Higher IPC (if this is true for the main set of instructions used by Prime95 like SSE2 or x87 ops) is not bad. What we are currently seeing is either
  • something like a somewhat similar IPC (of FP code, because the throughput is the same, but there are some small differences in latencies) - but at a lower clock (K7/K8 vs. P4), or
  • a lower IPC (of FP code again) and a lower clock (P-M vs. P4)

Future P-M derivates like Yonah will have somewhat improved FPU-IPC. Some early benchmark results (Cinebench) have shown per-clock performance improvements, but in that case there were too many factors, which contribute to a different performance. Besides core changes there were a different cache design, FSB, chipset and maybe even a different type of memory used in this test than in the Dothan based system, which has been used for comparison.

But both at Intel and AMD the CPU designs won't stop at the current throughput of 1 fp mul + 1 fp add per cycle per core. Besides increasing the number of execution units by increasing the number of cores, there will also come designs with increased throughput per core.

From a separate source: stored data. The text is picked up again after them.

import "server-only";
// The one wrapper for every route handler: session -> studio membership -> permission -> zod parsing of
// params, query and body -> handler -> errors mapped to { error: { code, message } }.
// Each wrapped handler carries `meta` (access kind and permission) so the role-matrix test can find routes
// without a rule.
import { NextResponse, type NextRequest } from "next/server";
import { getToken } from "next-auth/jwt";
import { z } from "zod";
import { env } from "./env";
import { AppError, forbidden, notFound, toErrorBody } from "./errors";
import { liveSessionUser } from "./auth/sessions";
import { requestHost } from "./client-address";
import { mediaType } from "./media-type";
import { can, isRole, type Permission, type Role } from "@/lib/permissions";

export const MAX_JSON_BYTES = 256 * 1024;

export type Access =
  | { kind: "public" }
  | { kind: "user" }
  | { kind: "studio"; permission: Permission };

export interface RouteMeta { access: Access }

type AnySchema = z.ZodType;
type Out<S> = S extends AnySchema ? z.infer<S> : undefined;

export interface Ctx<P, Q, B> {
  req: NextRequest;
  params: P;
  query: Q;
  body: B;
  user: { id: string; email: string; name: string } | null;
  studio: { id: string; role: Role } | null;
}

interface Spec<A extends Access, PS, QS, BS> {
  access: A;
  params?: PS;
  query?: QS;
  body?: BS;
  /** A POST that computes and creates nothing (a preview) answers 200 instead of 201. */
  creates?: false;
}

type Handler<A extends Access, P, Q, B> = (
  ctx: Ctx<P, Q, B> & (A extends { kind: "public" } ? unknown : { user: NonNullable<Ctx<P, Q, B>["user"]> }) &
    (A extends { kind: "studio" } ? { studio: NonNullable<Ctx<P, Q, B>["studio"]> } : unknown),
) => Promise<Response | object | null>;

export type WrappedHandler = ((req: NextRequest, ctx: { params: Promise<Record<string, string | string[]>> }) => Promise<Response>) & { meta: RouteMeta };

function zodMessage(err: z.ZodError, where: string): AppError {
  const issues = err.issues.map((i) => ({ path: [where, ...i.path.map(String)].join("."), message: i.message }));
  const first = issues[0];
  return new AppError("invalid-input", first ? `${first.path}: ${first.message}` : `Invalid ${where}.`, { issues });
}

const UUID_SHAPE = /^[0-9a-f]{8}-[0-9a-f]{4}-[0-9a-f]{4}-[0-9a-f]{4}-[0-9a-f]{12}$/i;

/**
 * Route params as the handler sees them: every id (a UUID, RFC 9562) in lower case. Our ids are generated in
 * lower case and MariaDB compares them without regard to case, so an upper-case spelling in a URL finds the
 * row; without this it would also be written in that spelling (a sample's library id, a counter row).
 */
export function normaliseParams(raw: Record<string, string | string[]>): Record<string, string | string[]> {
  const low = (v: string) => (UUID_SHAPE.test(v) ? v.toLowerCase() : v);
  return Object.fromEntries(Object.entries(raw).map(([k, v]) => [k, Array.isArray(v) ? v.map(low) : low(v)]));
}

function parseWith<S extends AnySchema | undefined>(schema: S, value: unknown, where: string): Out<S> {
  if (!schema) return undefined as Out<S>;
  const r = schema.safeParse(value);
  if (!r.success) throw zodMessage(r.error, where);
  return r.data as Out<S>;
}

/** State-changing requests must come from our own origin (the Origin header, else Sec-Fetch-Site). */
export function checkSameOrigin(req: NextRequest): void {
  if (["GET", "HEAD", "OPTIONS"].includes(req.method)) return;
  const origin = req.headers.get("origin");
  // X-Forwarded-Host only counts when a trusted proxy sent it (lib/server/client-address.ts)
  const host = requestHost(req.headers);
  if (origin) {
    let originHost: string;
    try {
      originHost = new URL(origin).host;
    } catch {
      throw new AppError("forbidden", "Requests from another site are refused.");
    }
    if (originHost !== host && origin !== new URL(env().KW_APP_URL).origin) throw new AppError("forbidden", "Requests from another site are refused.");
    return;
  }
  const site = req.headers.get("sec-fetch-site");
  if (site && site !== "same-origin" && site !== "none") throw new AppError("forbidden", "Requests from another site are refused.");
}

const LONE_SURROGATE = /[\uD800-\uDBFF](?![\uDC00-\uDFFF])|(?<![\uD800-\uDBFF])[\uDC00-\uDFFF]/;

/** The path of the first string (or key) holding a lone UTF-16 surrogate, which JSON's \uXXXX escapes can spell. */
export function loneSurrogateAt(value: unknown, path: string): string | null {
  if (typeof value === "string") return LONE_SURROGATE.test(value) ? path : null;
  if (Array.isArray(value)) {
    for (let i = 0; i < value.length; i++) {
      const p = loneSurrogateAt(value[i], `${path}.${i}`);
      if (p) return p;
    }
    return null;
  }
  if (value && typeof value === "object") {
    for (const [k, v] of Object.entries(value)) {
      if (LONE_SURROGATE.test(k)) return `${path} (a field name)`;
      const p = loneSurrogateAt(v, `${path}.${k}`);
      if (p) return p;
    }
  }
  return null;
}

async function readJson(req: NextRequest): Promise<unknown> {
  const len = Number(req.headers.get("content-length") ?? "0");
  if (len > MAX_JSON_BYTES) throw new AppError("too-large", `The request body is larger than ${MAX_JSON_BYTES / 1024} KB.`);
  const bytes = new Uint8Array(await req.arrayBuffer());
  if (bytes.byteLength > MAX_JSON_BYTES) throw new AppError("too-large", `The request body is larger than ${MAX_JSON_BYTES / 1024} KB.`);
  let text: string;
  try {
    text = new TextDecoder("utf-8", { fatal: true }).decode(bytes);
  } catch {
    throw new AppError("invalid-input", "The request body is not valid UTF-8 text; send JSON in UTF-8.");
  }
  if (!text.trim()) return {};
  if (mediaType(req.headers.get("content-type"))?.type !== "application/json") throw new AppError("invalid-input", "Send the body as JSON (Content-Type: application/json).");
  let value: unknown;
  try {
    value = JSON.parse(text);
  } catch {
    throw new AppError("invalid-input", "The request body is not valid JSON.");
  }
  // a lone surrogate cannot be stored as UTF-8 (MariaDB's JSON refuses it): refuse it here, by name
  const at = loneSurrogateAt(value, "body");
  if (at) throw new AppError("invalid-input", `${at}: the text is not valid Unicode (it holds a lone UTF-16 surrogate, \\uD800-\\uDFFF without its pair).`);
  return value;
}

export async function sessionUser(req: NextRequest): Promise<{ id: string; email: string; name: string } | null> {
  return (await sessionUserWithRole(req, null))?.user ?? null;
}

/** The signed-in user of a live session and, when a studio is named, their role in it: one query for all. */
async function sessionUserWithRole(req: NextRequest, studioId: string | null): Promise<{ user: { id: string; email: string; name: string }; role: string | null } | null> {
  const e = env();
  const token = await getToken({ req, secret: e.NEXTAUTH_SECRET, secureCookie: e.KW_APP_URL.startsWith("https://") });
  return liveSessionUser(token, studioId);
}

export function route<A extends Access, PS extends AnySchema | undefined = undefined, QS extends AnySchema | undefined = undefined, BS extends AnySchema | undefined = undefined>(
  spec: Spec<A, PS, QS, BS>,
  handler: Handler<A, Out<PS>, Out<QS>, Out<BS>>,
): WrappedHandler {
  const wrapped = async (req: NextRequest, ctx: { params: Promise<Record<string, string | string[]>> }) => {
    try {
      checkSameOrigin(req);
      const rawParams = normaliseParams((await ctx?.params) ?? {});
      let user: Ctx<unknown, unknown, unknown>["user"] = null;
      let studio: Ctx<unknown, unknown, unknown>["studio"] = null;
      const studioId = spec.access.kind === "studio" && typeof rawParams.studioId === "string" && UUID_SHAPE.test(rawParams.studioId) ? rawParams.studioId : null;
      let role: string | null = null;
      if (spec.access.kind !== "public") {
        const who = await sessionUserWithRole(req, studioId);
        if (!who) throw new AppError("unauthenticated", "Sign in first.");
        user = who.user;
        role = who.role;
      }
      if (spec.access.kind === "studio") {
        // Not a member: the studio's existence is not admitted (404, not 403).
        const r = role && isRole(role) ? role : null;
        if (!studioId || !r) throw notFound("The studio");
        if (!can(r, spec.access.permission)) throw forbidden();
        studio = { id: studioId, role: r };
      }
      const params = parseWith(spec.params, rawParams, "params");
      const query = parseWith(spec.query, Object.fromEntries(req.nextUrl.searchParams), "query");
      const body = spec.body ? parseWith(spec.body, await readJson(req), "body") : (undefined as Out<BS>);
      const out = await (handler as (c: Ctx<unknown, unknown, unknown>) => Promise<Response | object | null>)({ req, params, query, body, user, studio });
      // a signed-in person's answers are theirs alone: no shared cache keeps them, no cache at all by default
      const signedIn = spec.access.kind !== "public";
      if (out instanceof Response) {
        if (signedIn && !out.headers.has("cache-control")) out.headers.set("cache-control", "private, no-store");
        return out;
      }
      const headers = signedIn ? { "cache-control": "private, no-store" } : undefined;
      if (out === null) return new NextResponse(null, { status: 204, headers });
      return NextResponse.json(out, { status: req.method === "POST" && spec.creates !== false ? 201 : 200, headers });
    } catch (e) {
      const { status, body } = toErrorBody(e);
      return NextResponse.json(body, { status, headers: { "cache-control": "no-store" } });
    }
  };
  return Object.assign(wrapped, { meta: { access: spec.access } });
}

An Intel CPU developer guy, who switched to AMD recently, wrote a dissertation about multiscalar CPUs. These (if implemented in hardware eventually) could execute parts of a single thread, which would usually be executed serially, in parallel as long as their data dependencies and other conditions permit that. This implies, that such CPUs would have much more execution units than now. Even different loop iterations could be executed in parallel. But even without such dramatically new architectures, we will see at least higher throughput architectures.

Alone from going to full width 128 bit SSEn operation in hardware we would get twice the throughput per clock, than we have now. Currently P4, K8, P-M do their 128 bit SSEn operations as two 64 bit operations, which are executed sequentially by the units. IIRC, only the latest VIA CPU (C7 or Esther) is capable of doing full 128 bit SSEn operations.